Naja also geändert hat sich ja nur die dickere Verstrebung am Hauptlager.

Ich bin gestern nur etwas umhergerollt, aber er ist wie gesagt etwas progressiver geworden. Fühlt sich echt gut an.
Jetzt brauche ich doch keine 600er Feder mehr und kann bei der 550er bleiben.

Bilder von dem kompletten Bike gibt es vielleicht heute


----------



## Mr.Freeride (16. September 2009)

Mein All Mountain-Freeride Traum mit neuer 2010 FOX und neuem überarbeitetem Hinterbau. 

Die Gabel ist ein Traum und der Hinterbau funktioniert auch viel besser.
Ich muss meine Dämpfereinstellung fast komplett überarbeiten.


----------



## ribisl (17. September 2009)

Farblich passt die Gabel aber nicht zum Traum.
Ansonsten einfach schön!


----------



## MTB-News.de




----------



## Mr.Freeride (17. September 2009)

ja stimmt schon...die 66 erstrahlte da mit viel mehr Kontrast.
Aber was solls, in dem Fall gehts rein um die Funktion


----------



## Cubanita (17. September 2009)

Mr.Freeride schrieb:


> ja stimmt schon...die 66 erstrahlte da mit viel mehr Kontrast.
> Aber was solls, in dem Fall gehts rein um die Funktion




Geiles Bike und geile Parts ... 
Ist schon ein Traum!!
Viel Spaß


----------



## maple leaf (17. September 2009)

Mr.Freeride schrieb:


> Mein All Mountain-Freeride Traum mit neuer 2010 FOX und neuem überarbeitetem Hinterbau.
> 
> Die Gabel ist ein Traum und der Hinterbau funktioniert auch viel besser.
> Ich muss meine Dämpfereinstellung fast komplett überarbeiten.



Unfassbar gut!


----------



## Dome_2001 (17. September 2009)

Das Slayer ist schon fein.

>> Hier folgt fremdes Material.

def serve(
    db: str | Path,
    host: str = "127.0.0.1",
    port: int = DEFAULT_PORT,
    reviewer: str | None = None,
    sample_id: int | None = None,
    out: Callable[[str], None] | None = None,
) -> int:
    """Serve the review page until Ctrl-C; returns 0.

    Parameters
    ----------
    db : str or Path
        The detection store with a verification sample.
    host, port : str, int
        Where to listen (127.0.0.1 by default: this machine only).
    reviewer : str, optional
        The name the page starts with.
    sample_id : int, optional
        The sample (default: the latest).
    out : callable, optional
        Where the URL and messages go (default: print).
    """
    say = out or (lambda line: print(line, flush=True))
    if not 0 <= int(port) <= 65535:
        raise InputError(f"--port {port}: a port is 0 to 65535 (0: any free port)")
    server = make_server(db, host, port, reviewer=reviewer, sample_id=sample_id)
    app = server.app
    if not _is_loopback(host):
        print(
            f"callsieve: warning: listening on {host}, not on this machine only: anyone who can reach port "
            f"{server.port} can read the sample and save verdicts under any name (there is no login)",
            file=sys.stderr,
            flush=True,
        )
    if not app.folder.is_dir():
        print(
            f"callsieve: warning: the sample folder {app.folder} does not exist; images and clips cannot be shown",
            file=sys.stderr,
            flush=True,
        )
    shown = "127.0.0.1" if host in ("0.0.0.0", "") else host
    url = server.url.replace(f"//{host}:", f"//{shown}:") if shown != host else server.url
    if reviewer:
        url += f"?reviewer={quote(reviewer)}"
    kind = "blind, " if app.blind else ""
    say(f"sample {app.sample_id} of run {app.run_id} ({kind}{app.items_total} items, label {app.label}) from {app.db}")
    say(f"review page: {url}   (Ctrl-C to stop)")
    previous = None
    if threading.current_thread() is threading.main_thread():
        # A service manager's SIGTERM stops the server as cleanly as Ctrl-C does.
        previous = signal.signal(signal.SIGTERM, _interrupt)
    try:
        server.serve_forever(poll_interval=0.25)
    except KeyboardInterrupt:
        say("stopped; every verdict given is in the store")
    finally:
        server.server_close()
        if previous is not None:
            signal.signal(signal.SIGTERM, previous)
    return 0


def _interrupt(signum: int, frame: Any) -> None:
    raise KeyboardInterrupt
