/* Fit by Householder QR (Golub & Van Loan 2013, sec. 5.2), which keeps the NIST StRD Longley
 * figures to 9 or more significant digits. X is n-by-p, row-major; X and y are only read.
 * Returns PW_OK, PW_ESING (rank-deficient), PW_EFEW (n <= p) or PW_ENOMEM. */
int pw_ols_fit(const double *X, const double *y, size_t n, size_t p, pw_ols **out);
void pw_ols_free(pw_ols *fit);
/* The Householder reflectors of pw_ols_fit's QR of one design, kept to fit many y on it: the
 * residual sum of squares of each then costs 4 n p flops and equals pw_ols_fit's rss bit for
 * bit (the same operations in the same order). */
typedef struct {
    size_t n, p;
    double *v;     /* n * p: reflector j in v[j n + j .. j n + n - 1] */
    double *vtv;   /* p: v'v of each reflector */
} pw_reflectors;
/* X is n-by-p, row-major, only read. PW_OK, PW_ESING (rank-deficient, as pw_ols_fit), PW_EFEW
 * (n <= p), PW_EDOM, PW_ENOMEM. */
int pw_ols_reflectors(const double *X, size_t n, size_t p, pw_reflectors **out);
/* Overwrite b (n entries) by Q'b and return the squared norm of its last n - p entries. */
double pw_ols_reflect_rss(const pw_reflectors *q, double *b);
void pw_reflectors_free(pw_reflectors *q);

/* Means and centred cross-products of k columns, accumulated one row at a time by the co-moment
 * update (Welford 1962; Chan, Golub & LeVeque 1983), which stays accurate when the means are large
 * against the spread. Only the upper triangle of xprod (j >= i) is kept. (power/xprod.c) */
typedef struct {
    size_t k;            /* columns */
    double n;            /* rows added */
    double *mean;        /* k means */
    double *xprod;       /* k * k row-major: sum over rows of (x_i - mean_i)(x_j - mean_j), j >= i */
} pw_moments;

/* Allocate moments of k >= 1 columns, no rows yet; *out is the caller's (pw_moments_free, which
 * accepts NULL). PW_OK or PW_ENOMEM. */
int pw_moments_alloc(size_t k, pw_moments **out);
void pw_moments_free(pw_moments *m);
/* Add one row of k values, none NaN (the caller keeps complete cases only). */
void pw_moments_add(pw_moments *m, const double *row);
/* Add nb rows at once (row-major, nb * k values, none NaN): the block's own centred cross-products
 * merged by Chan, Golub & LeVeque (1983). The same figures as nb calls of pw_moments_add (to
 * rounding), and faster: the block's products stay in cache. PW_OK or PW_ENOMEM. */
int pw_moments_add_block(pw_moments *m, const double *rows, size_t nb);
/* The moments of nb >= 1 rows alone (row-major, out->k values each, none NaN) into out, which the
 * caller allocated: n = nb, the block's means and the upper triangle of its centred
 * cross-products. pw_moments_add_block(m, rows, nb) is exactly pw_moments_merge(m, out) after
 * this, so one block's moments can be merged into several totals bit for bit as if each had added
 * the block itself. PW_OK, PW_EDOM (nb == 0) or PW_ENOMEM. */
int pw_moments_of_block(const double *rows, size_t nb, pw_moments *out);
/* Merge the moments b of other rows into a (both of k columns): a then holds the moments of all
 * their rows (Chan, Golub & LeVeque 1983, eq. 2.1), so shards summarised apart give the figures of
 * one pass to rounding. PW_OK, or PW_EDOM when the column counts differ. */
int pw_moments_merge(pw_moments *a, const pw_moments *b);
/* The centred cross-product of columns i and j of m, either order. */
double pw_moments_at(const pw_moments *m, size_t i, size_t j);
/* sum_i a_i b_i over n entries in four partial sums, so that the additions do not wait on one
 * another; always the same order, so the same bits on every call. */
double pw_dot(const double *a, const double *b, size_t n);
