int cov_assess_shared(const cov_graph *g, const cov_claims *c, const cov_data *d,
                      const cov_power_options *opt, const cov_xshare *shared,
                      cov_assessments **out, cov_error *err)
{
    *out = NULL;
    if (!(opt->alpha > 0 && opt->alpha < 1) || !(opt->target > 0 && opt->target < 1))
        return cov_fail(err, COV_EINPUT, "", "alpha and target power must lie strictly between "
                        "0 and 1, got %g and %g", opt->alpha, opt->target);
    cov_assessments *as = calloc(1, sizeof *as);
    assess_ctx x;
    int rc = cov_assess_ctx_init(&x, g, d, shared);
    if (as == NULL || rc != COV_OK) {
        rc = COV_ENOMEM;
        goto fail;
    }
    as->opt = *opt;
    as->n = c->n;
    as->items = calloc(c->n ? c->n : 1, sizeof *as->items);
    if (as->items == NULL) {
        rc = COV_ENOMEM;
        goto fail;
    }
    for (size_t i = 0; i < c->n; i++)
        if (c->items[i].status == COV_TESTABLE) as->n_testable++;
    /* Each claim into its own slot on up to opt->threads threads; the first failing claim in
     * claim order is the one reported, whatever the thread count (pool.c). */
    int threads = opt->threads < 1 ? 1 : opt->threads;
    if (threads > COV_ASSESS_MAX_THREADS) threads = COV_ASSESS_MAX_THREADS;
    if ((size_t)threads > as->n_testable) threads = as->n_testable > 1 ? (int)as->n_testable : 1;
    claim_job job = {c, opt, cov_family_alpha(opt, as->n_testable), as, &x, NULL};
    if (threads > 1 && (job.extra = calloc((size_t)threads - 1, sizeof *job.extra)) == NULL) {
        rc = COV_ENOMEM;
        goto fail;
    }
    for (int t = 1; t < threads; t++) cov_assess_ctx_worker(&x, &job.extra[t - 1]);
    size_t bad = cov_assess_pool(c->n, threads, claim_item, &job, &rc);
    for (int t = 1; t < threads; t++) cov_assess_ctx_worker_free(&job.extra[t - 1]);
    free(job.extra);
    if (rc == COV_ENUMERIC) {
        const cov_claim *cl = &c->items[bad];
        cov_fail(err, rc, "", "a power computation did not converge for the claim %s %s %s",
                 g->vars[cl->treatment].name, cov_claim_arrow(cl->kind),
                 g->vars[cl->outcome].name);
        goto fail;
    }
    if (rc != COV_OK) goto fail;
    rc = cov_seed_outcomes(g, x.global, &x.seed_global, x.base, x.index_col, &as->seed_outcome);
    if (rc != COV_OK) goto fail;
    cov_assess_ctx_free(&x);
    *out = as;
    return COV_OK;
fail:
    cov_assess_ctx_free(&x);
    cov_assessments_free(as);
    if (rc == COV_ENOMEM) cov_fail(err, rc, "", "out of memory assessing the claims");
    return rc;
}

void cov_assessments_free(cov_assessments *a)
{
    if (a == NULL) return;
    if (a->items != NULL)
        for (size_t i = 0; i < a->n; i++) {
            free(a->items[i].noise_note);
            free(a->items[i].reason);
            free(a->items[i].caution);
            free(a->items[i].fit_note);
        }
    free(a->items);
    free(a->seed_outcome);
    free(a);
}

int cov_assess_design(const cov_graph *g, const cov_claims *c, const cov_assessments *a,
                      size_t claim, pw_design *out)
{
    (void)g;
    if (a == NULL || c == NULL || claim >= a->n || claim >= c->n) return COV_EINPUT;
    if (c->items[claim].status != COV_TESTABLE || !a->items[claim].has_design) return COV_EINPUT;
    *out = a->items[claim].design;
    return COV_OK;
}
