/* Make d hold each run once: rows equal in every input and the seed (d->seed, when the graph
 * declares one; a run with an empty seed cell has no seed) are one run when their outputs are equal
 * too; without a seed, rows equal in every input and output are one run. Missing cells compare
 * equal to each other. Repeats are removed in place (the first row stays; batch, seed and n_missing
 * follow), and d->n_rows, n_duplicates, n_conflicts, n_configs, n_replicated, n_seeds and
 * n_shared_seeds are filled. kept (NULL, or room for d->n_runs flags on entry) receives 1 for each
 * row kept and 0 for each repeat. Returns COV_OK or COV_ENOMEM. */
int cov_runs_identify(cov_data *d, const cov_graph *g, unsigned char *kept, cov_error *err);
/* A number from 1 to 2^31 - 1 that depends on every run's recorded values and seed: the same
 * archive gives the same number, an archive with other runs (almost surely) another. */
unsigned long cov_runs_fingerprint(const cov_data *d);

/* ---- one claim's regression data (coverage/design.c) ------------------------------------------ */

/* The regression of one claim on the archive. Rows are the runs where the treatment, the outcome
 * and every member of the adjustment set are present. Columns: [0] the intercept; then the
 * treatment (one column, or L - 1 dummies against its first level for a level-set treatment);
 * then the adjustment set in ascending variable order (numeric and bool as they are, level sets as
 * L - 1 dummies against the first level; a dummy for a level absent from these rows is dropped). */
typedef struct {
    size_t n, p;          /* rows, columns */
    double *X;            /* n * p, row-major */
    double *y;            /* n outcome values */
    size_t treat_first;   /* first treatment column (always 1) */
    size_t treat_cols;    /* 1, or L - 1 for a level-set treatment */
    size_t *row;          /* the run index in cov_data of each row */
} cov_claim_design;

/* Build the design of claim c. Returns COV_OK (possibly with n == 0), COV_ENOMEM. */
int cov_claim_design_build(const cov_graph *g, const cov_claim *c, const cov_data *d,
                           cov_claim_design **out, cov_error *err);
void cov_claim_design_free(cov_claim_design *cd);

/* ---- the history of surveys (coverage/archive/history.c) -------------------------------------- */

/* The figures of one survey: one snapshot in the history. */
typedef struct {
    char at[32];              /* UTC, ISO 8601: "2026-12-02T01:30:00Z" */
    long long n_runs;
    long long n_batches;
    long long n_ample, n_underpowered, n_blind;
    double marginal_share, pairwise_share, threeway_share;   /* NAN when not computed */
    char digest[65];          /* content digest of the runs (cov_data_digest); "" when unknown */
} cov_snapshot;

/* One claim's line in a snapshot (all strings borrowed). */
typedef struct {
    const char *kind, *treatment, *outcome, *verdict;   /* words as the outputs print them */
    int assessed;             /* 0: runs, power, mde and runs_needed are stored as NULL */
    long long runs;
    double power, mde, runs_needed;   /* NAN and infinities are stored as NULL */
} cov_snapshot_claim;

/* Where a snapshot came from (borrowed; either may be NULL, stored as NULL). */
typedef struct {
    const char *graph_path;
    const char *archive_path;
} cov_history_source;

/* Read the snapshots kept in the SQLite file db_path, oldest first. A file without history
 * tables, or (missing_ok 1) no file at all, gives *n = 0. The file is opened read-only. Free *out
 * with free(). Returns COV_OK, COV_EIO, COV_EINPUT (not SQLite), COV_ENOMEM. */
int cov_history_load(const char *db_path, int missing_ok, cov_snapshot **out, size_t *n,
                     cov_error *err);
/* Append snapshot r and its n_claims claim lines to the history tables (shoal_snapshots,
 * shoal_snapshot_claims) of db_path, created when missing, in one transaction; with create_file 1
 * the file itself is created when missing (a side file), else it must exist (shoal's archive).
 * The caller guarantees db_path is shoal's own archive or a side file: never the user's archive.
 * Returns COV_OK or COV_EIO (err filled; nothing written). */
int cov_history_record(const char *db_path, int create_file, const cov_history_source *src,
                       const cov_snapshot *r, const cov_snapshot_claim *claims, size_t n_claims,
                       cov_error *err);
/* The content digest of d (coverage/archive/digest.c): SHA-256 over the run count (8 bytes,
 * little-endian), then, for each recorded variable in graph order, its name and NUL and each value
 * as IEEE 754 binary64 little-endian (missing cells as 0x7ff8000000000000, -0 as +0; bools 0/1,
 * levels by index). 64 hex digits and a NUL into hex. */
void cov_data_digest(const cov_graph *g, const cov_data *d, char hex[65]);
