def test_entry_point_runs_as_a_module():
    run_ = subprocess.run([sys.executable, "-m", "tensym", "form", "m-3m", "elastic_stiffness"],
                          capture_output=True, text=True, timeout=120)
    assert run_.returncode == 0, run_.stderr
    assert "3 independent: c11, c12, c44" in run_.stdout


def test_entry_point_bad_input_has_no_traceback():
    run_ = subprocess.run([sys.executable, "-m", "tensym", "form", "6mmm", "pyroelectric"],
                          capture_output=True, text=True, timeout=120)
    assert run_.returncode == 2
    assert run_.stderr.count("\n") == 1 and "Traceback" not in run_.stderr


# --- bad input ---------------------------------------------------------------------------------------------
def test_unknown_group_names_the_nearest(capsys):
    assert_one_line_error(*run(capsys, "form", "6mmm", "pyroelectric"), "tensym form:", "'6/mmm'", "'6mm'")


def test_unknown_property_names_the_nearest(capsys):
    assert_one_line_error(*run(capsys, "form", "6mm", "elastic_stifness"), "elastic_stiffness")


def test_unknown_command(capsys):
    assert_one_line_error(*run(capsys, "frobnicate"), "invalid choice", "tour")


def test_bad_format_lists_the_accepted_ones(capsys):
    assert_one_line_error(*run(capsys, "form", "6mm", "pyroelectric", "--format", "html"),
                          "text", "latex", "markdown", "json")


def test_standalone_needs_latex(capsys):
    assert_one_line_error(*run(capsys, "form", "6mm", "pyroelectric", "--standalone"), "--format latex")


def test_form_needs_a_property_or_a_rank(capsys):
    assert_one_line_error(*run(capsys, "form", "6mm"), "tensym properties")


def test_spec_options_need_a_rank(capsys):
    assert_one_line_error(*run(capsys, "form", "6mm", "pyroelectric", "--axial"), "--rank")


def test_bad_spec_and_rank(capsys):
    assert_one_line_error(*run(capsys, "form", "6mm", "--rank", "2", "--sym", "jik"), "not a permutation")
    assert_one_line_error(*run(capsys, "form", "6mm", "--rank", "11"), "outside the supported range")
    assert_one_line_error(*run(capsys, "form", "6mm", "--rank", "two"), "invalid int value")


def test_operations_of_a_continuous_group_are_refused(capsys):
    assert_one_line_error(*run(capsys, "groups", "SO(3)"), "continuous group")


# --- representations ---------------------------------------------------------------------------------------
def test_characters_of_c4v(capsys):
    code, out, _ = run(capsys, "characters", "C4v", "--format", "json")
    assert code == 0
    rec = json.loads(out)
    # Cotton 1990, Appendix (C4v): five classes, irreps A1 A2 B1 B2 E
    assert [c["name"] for c in rec["classes"]][0] == "E" and len(rec["classes"]) == 5
    assert [i["label"] for i in rec["irreps"]] == ["A1", "A2", "B1", "B2", "E"]


def test_characters_real_forms_of_c3(capsys):
    code, out, _ = run(capsys, "characters", "3", "--real")
    assert code == 0
    # Cotton 1990 (C3): the real form of the E pair has characters 2, -1, -1
    row = [ln.split() for ln in out.splitlines() if ln.startswith("E ")][0]
    assert row[1:] == ["2", "-1", "-1"]


def test_characters_of_a_continuous_group(capsys):
    code, out, _ = run(capsys, "characters", "Dinfh", "--up-to", "1")
    assert code == 0 and "Πu" in out and "Δg" not in out


def test_split_properties_and_d_orbitals(capsys):
    code, out, _ = run(capsys, "split", "m-3m", "--harmonic", "2", "pyroelectric")
    assert code == 0
    lines = out.splitlines()
    # Bethe 1929: l = 2 in Oh gives Eg + T2g; a polar vector in Oh is T1u (Cotton 1990)
    assert "pyroelectric coefficients p_i: T1u  (group m-3m, dimension 3)" in lines
    assert "harmonics of degree l = 2: Eg + T2g  (group m-3m, dimension 5)" in lines


def test_split_basis_in_json(capsys):
    code, out, _ = run(capsys, "split", "4mm", "--degree", "2", "--basis", "--format", "json")
    assert code == 0
    recs = json.loads(out)
    assert [r["kind"] for r in recs] == ["decomposition", "symmetry_adapted_basis"]
    # Cotton 1990 (C4v): quadratic functions x^2+y^2, z^2 (A1), x^2-y^2 (B1), xy (B2), (xz, yz) (E)
    assert recs[0]["text"] == "2A1 + B1 + B2 + E"


def test_split_spec_and_bad_combinations(capsys):
    code, out, _ = run(capsys, "split", "6mm", "--rank", "2", "--sym=-ji", "--axial")
    assert code == 0 and "rank-2 tensor, axial, T_ij = -T_ji:" in out
    assert_one_line_error(*run(capsys, "split", "6mm"), "--harmonic")
    assert_one_line_error(*run(capsys, "split", "6mm", "pyroelectric", "--basis"), "--basis needs")
    assert_one_line_error(*run(capsys, "split", "6mm", "--parity", "g"), "--parity goes with --harmonic")


def test_correlate(capsys):
    code, out, _ = run(capsys, "correlate", "m-3m", "4/mmm")
    assert code == 0
    # Koster et al. 1963, compatibility Oh -> D4h: Eg -> A1g + B1g
    assert any(ln.split()[:1] == ["Eg"] and ln.split()[1:] == ["A1g", "+", "B1g"] for ln in out.splitlines())


# --- data files ---------------------------------------------------------------------------------------------
def _cubic(tmp_path, *, turned):
    import numpy as np

    import tensym

    c = np.zeros((6, 6))
    c[:3, :3] = 60.0
    c[[0, 1, 2], [0, 1, 2]] = 170.0
    c[[3, 4, 5], [3, 4, 5]] = 75.0
    if turned:
        c = tensym.rotate_values(c, tensym.rotation_from_axis_angle([1, 2, 2], 25.0), "elastic_stiffness")
    path = tmp_path / ("turned.csv" if turned else "cubic.json")
    tensym.write_tensor(tensym.tensor_data(c, "elastic_stiffness", units="GPa"), str(path))
    return str(path)


def test_check_a_data_file(capsys, tmp_path):
    code, out, _ = run(capsys, "check", _cubic(tmp_path, turned=False), "m-3m", "--format", "json")
    assert code == 0
    rec = json.loads(out)
    assert rec["verdict"] == "consistent"
    assert {c["name"]: c["value"] for c in rec["constants"]} == pytest.approx({"c11": 170.0, "c12": 60.0,
                                                                              "c44": 75.0})


def test_check_a_turned_tensor_fails_and_frame_finds_the_rotation(capsys, tmp_path):
    path = _cubic(tmp_path, turned=True)
    code, out, _ = run(capsys, "check", path, "m-3m")
    assert code == 3 and out.splitlines()[0].endswith("inconsistent")  # EXIT_INCONSISTENT
    code, out, _ = run(capsys, "frame", path, "m-3m", "--format", "json")
    assert code == 0
    rec = json.loads(out)
    assert rec["residual_fraction"] < 1e-8 and rec["angle_deg"] == pytest.approx(25.0, abs=1e-5)


def test_identify_a_data_file(capsys, tmp_path):
    code, out, _ = run(capsys, "identify", _cubic(tmp_path, turned=True), "--format", "json")
    assert code == 0
    # Forte & Vianello 1996: the cubic class is the highest one of a cubic stiffness (not isotropic)
    assert json.loads(out)["best"] == "cubic"


def test_data_file_errors(capsys, tmp_path):
    assert_one_line_error(*run(capsys, "check", str(tmp_path / "missing.csv"), "m-3m"), "missing.csv")
    bad = tmp_path / "bad.csv"
    bad.write_text("# property: elastic_stiffness\n1, 2, x\n")
    code, out, err = run(capsys, "check", str(bad), "m-3m")
    assert code == 2 and len(err.strip().splitlines()) == 1 and "Traceback" not in err
    path = _cubic(tmp_path, turned=False)
    assert_one_line_error(*run(capsys, "check", path, "m-3m", "--property", "piezoelectric_d"), "piezoelectric_d")


def test_groups_magnetic_listing(capsys):
    code, out, _ = run(capsys, "groups", "--which", "magnetic", "--format", "json")
    assert code == 0
    rows = json.loads(out)["rows"]
    kinds = [r["kind"] for r in rows]
    # Birss 1964: 122 magnetic point groups, 32 ordinary, 32 grey, 58 black-and-white
    assert len(rows) == 122
    assert (kinds.count("ordinary"), kinds.count("grey"), kinds.count("black-and-white")) == (32, 32, 58)


def test_form_in_a_magnetic_group(capsys):
    code, out, _ = run(capsys, "form", "-3'm'", "magnetoelectric")
    assert code == 0
    assert out.splitlines()[1].startswith("magnetic point group -3'm'")
    # Dzyaloshinskii 1959: diagonal, alpha11 = alpha22, alpha33
    assert "2 independent: alpha11, alpha33" in out and "  alpha22 = alpha11" in out


# --- output files -------------------------------------------------------------------------------
def test_output_option_writes_the_file_and_prints_nothing(capsys, tmp_path):
    target = tmp_path / "d.md"
    code, out, err = run(capsys, "form", "6mm", "piezoelectric_d", "--format", "markdown", "-o", str(target))
    assert code == 0 and out == "" and err == ""
    # Nye 1985, Table 7 (class 6mm): d15, d31, d33
    assert "d_{15}" in target.read_text() or "d15" in target.read_text()
    assert sorted(os.listdir(tmp_path)) == ["d.md"]


def test_output_to_an_existing_file_is_refused_without_force(capsys, tmp_path):
    target = tmp_path / "s32.tex"
    target.write_text("my notes\n")
    code, out, err = run(capsys, "form", "32", "elastic_compliance", "--format", "latex", "-o", str(target))
    assert_one_line_error(code, out, err, "s32.tex exists already; add --force to replace it")
    assert target.read_text() == "my notes\n"
    code, out, err = run(capsys, "form", "32", "elastic_compliance", "--format", "latex", "-o", str(target),
                         "--force")
    assert code == 0 and out == "" and target.read_text() != "my notes\n"
    assert sorted(os.listdir(tmp_path)) == ["s32.tex"]


@pytest.mark.parametrize("command", ["tour", "groups", "properties", "form", "characters", "split", "correlate",
                                     "check", "frame", "identify"])
def test_every_command_refuses_to_overwrite_its_output(capsys, tmp_path, command):
    target = tmp_path / "kept.txt"
    target.write_text("kept\n")
    data = _cubic(tmp_path, turned=False)
    argv = {"tour": [], "groups": [], "properties": [], "form": ["6mm", "pyroelectric"],
            "characters": ["4mm"], "split": ["m-3m", "elastic_stiffness"], "correlate": ["m-3m", "4/mmm"],
            "check": [data, "m-3m"], "frame": [data, "m-3m"], "identify": [data]}[command]
    code, out, err = run(capsys, command, *argv, "--output", str(target))
    assert_one_line_error(code, out, err, "kept.txt exists already")
    assert target.read_text() == "kept\n"


def test_force_without_output_and_an_unwritable_output(capsys, tmp_path):
    assert_one_line_error(*run(capsys, "form", "6mm", "pyroelectric", "--force"), "--force goes with --output")
    missing = tmp_path / "no" / "x.txt"
    assert_one_line_error(*run(capsys, "form", "6mm", "pyroelectric", "-o", str(missing)),
                          "cannot write", "No such file or directory")


def test_output_dash_is_standard_output(capsys):
    code, out, _ = run(capsys, "form", "6mm", "pyroelectric", "-o", "-")
    assert code == 0 and "1 independent: p3" in out
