def _decode(raw, name):
    """The text of a UTF-8 file (a leading byte-order mark is dropped)."""
    try:
        return raw.decode("utf-8-sig")
    except UnicodeDecodeError as exc:
        line = raw.count(b"\n", 0, exc.start) + 1
        col = exc.start - (raw.rfind(b"\n", 0, exc.start) + 1) + 1
        byte = raw[exc.start:exc.start + 1].hex()
        raise DataError(f"{name}, line {line}: not UTF-8 text (byte 0x{byte} at column {col}); "
                        "save the file as UTF-8") from None


class _BadNumber:
    """A JSON number or constant that is no finite float, kept to be reported with its position."""

    def __init__(self, text, why):
        self.text, self.why = text, why


def _json_float(text):
    v = float(text)
    return _BadNumber(text, "is too large for a 64-bit float (the largest is about 1.8e308)") if np.isinf(v) else v


def _json_int(text):
    digits = len(text.lstrip("+-"))
    if digits > 309:
        return _BadNumber(text, f"is an integer of {digits} digits, too large for a 64-bit float")
    v = int(text)
    try:
        float(v)
    except OverflowError:
        return _BadNumber(text, "is too large for a 64-bit float (the largest is about 1.8e308)")
    return v


def _json_constant(text):
    return _BadNumber(text, "is not a JSON number (JSON has no NaN or Infinity; to leave a component unknown, "
                            "give the values as an object of components and leave it out)")


def _parse_json(text, name):
    try:
        return json.loads(text, parse_float=_json_float, parse_int=_json_int, parse_constant=_json_constant,
                          object_pairs_hook=lambda pairs: _json_object(pairs, name))
    except json.JSONDecodeError as exc:
        raise DataError(f"{name}: not valid JSON (line {exc.lineno}: {exc.msg})") from None
    except RecursionError:
        raise DataError(f"{name}: the JSON is nested too deeply to be tensor data (a tensym data file "
                        "nests its values at most a few levels)") from None


def _json_object(pairs, name):
    """A JSON object as a dict; a key given twice is an error (JSON parsers would keep the last silently)."""
    obj = {}
    for key, value in pairs:
        if key in obj:
            raise DataError(f"{name}: the key {_cut(key)!r} appears twice in one JSON object; keep one")
        obj[key] = value
    return obj


def _json_array(value, name, where, depth=0):
    """Nested lists of JSON numbers as nested lists of floats; anything else is an error naming its position."""
    if isinstance(value, list):
        if depth >= 8:
            raise DataError(f"{name}: {where} nests lists more than 8 deep; tensor data are at most rank 8")
        return [_json_array(v, name, f"{where}[{i}]", depth + 1) for i, v in enumerate(value)]
    return _json_number(value, name, where)


def _json_number(value, name, where):
    if isinstance(value, _BadNumber):
        raise DataError(f"{name}: {where} = {_cut(value.text)} {value.why}")
    if isinstance(value, bool):
        raise DataError(f"{name}: {where} is {str(value).lower()}, not a number")
    if value is None:
        raise DataError(f"{name}: {where} is null, not a number (to leave a component unknown, give the values "
                        "as an object of components and leave it out)")
    if isinstance(value, str):
        why = ("decimal commas are not accepted: write the decimal point, without quotes" if
               _DECIMAL_COMMA.match(value.strip()) else "write numbers without quotes")
        raise DataError(f"{name}: {where} is the string {_cut(value)!r}, not a number ({why})")
    if isinstance(value, dict):
        raise DataError(f"{name}: {where} is an object, not a number")
    return float(value)


def _merge(meta_value, arg, key, name):
    if arg is None:
        return meta_value
    if meta_value is None:
        return arg
    a = as_property(arg).name if key == "property" else arg
    if str(meta_value).strip() != str(a).strip():
        raise DataError(f"{name} gives {key} {_cut(meta_value)!r} but {_cut(a)!r} was asked for")
    return arg


_DECIMAL_COMMA = re.compile(r"^[+-]?\d*,\d+(?:[eE][+-]?\d+)?$")
_NOT_FINITE_WORDS = ("nan", "+nan", "-nan", "inf", "+inf", "-inf", "infinity", "+infinity", "-infinity")


def _decimal_comma_error(name, lineno, token):
    return DataError(f"{name}, line {lineno}: {_cut(token)!r} has a decimal comma; decimal commas are not "
                     "accepted: write the decimal point ('1.5', not '1,5')")


def _numbers(line, lineno, name):
    """The numbers of a line of the matrix form (separators: commas, semicolons, tabs, blanks)."""
    words = [w for w in re.split(r"[;\t ]+", line.strip()) if w]
    if len(words) > 1 or ";" in line or "\t" in line:  # another separator than commas: a comma is a decimal one
        for w in words:
            if _DECIMAL_COMMA.match(w):
                raise _decimal_comma_error(name, lineno, w)
    return [_number(p, lineno, name) for p in _SPLIT.split(line.strip()) if p]


def _number(token, lineno, name):
    try:
        v = float(token)
    except ValueError:
        if _DECIMAL_COMMA.match(token.strip()):
            raise _decimal_comma_error(name, lineno, token.strip()) from None
        raise DataError(f"{name}, line {lineno}: {_cut(token)!r} is not a number") from None
    if np.isinf(v) and token.strip().lower() not in _NOT_FINITE_WORDS:
        raise DataError(f"{name}, line {lineno}: {_cut(token)} is too large for a 64-bit float "
                        "(the largest is about 1.8e308)")
    return v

Umd en Dämpfer beneide ich Dich total. Mir ist das echt einfach viel zu teuer einen DHX umbauen zulassen ... aber echt fein!!! Ich selber habe mir jetzt einen Fox Stahldämpfer ohne Ausgleichsbehälter für die härteren Einsätze gegönnt.

Habt Ihr ne Idee wie ich an den neuen Hinterbau komme obwohl ich keine Garantiefall habe?

Dann habe ich nochmals eine Frage an Euch. Ich habe gestern versucht eine Evolve DH Kurbel mit 2 Fach + Bashgaurd an mein Slayer zu schrauben. Dabei habe ich auch gleich das Tretlager ein Race Face All Mountain - XC gegen das Race FAche Freeride - DH Lager austauschen wollen. Dies hat auch alles super geklappt, allerdings habe ich jetzt aber auf der linken Seite (nicht Antrieb) an der Krubel einen weißen Ring (bekomme den nicht ab) und ca 5mm Luft bis zur LAgerschalte. Das ist nicht okay.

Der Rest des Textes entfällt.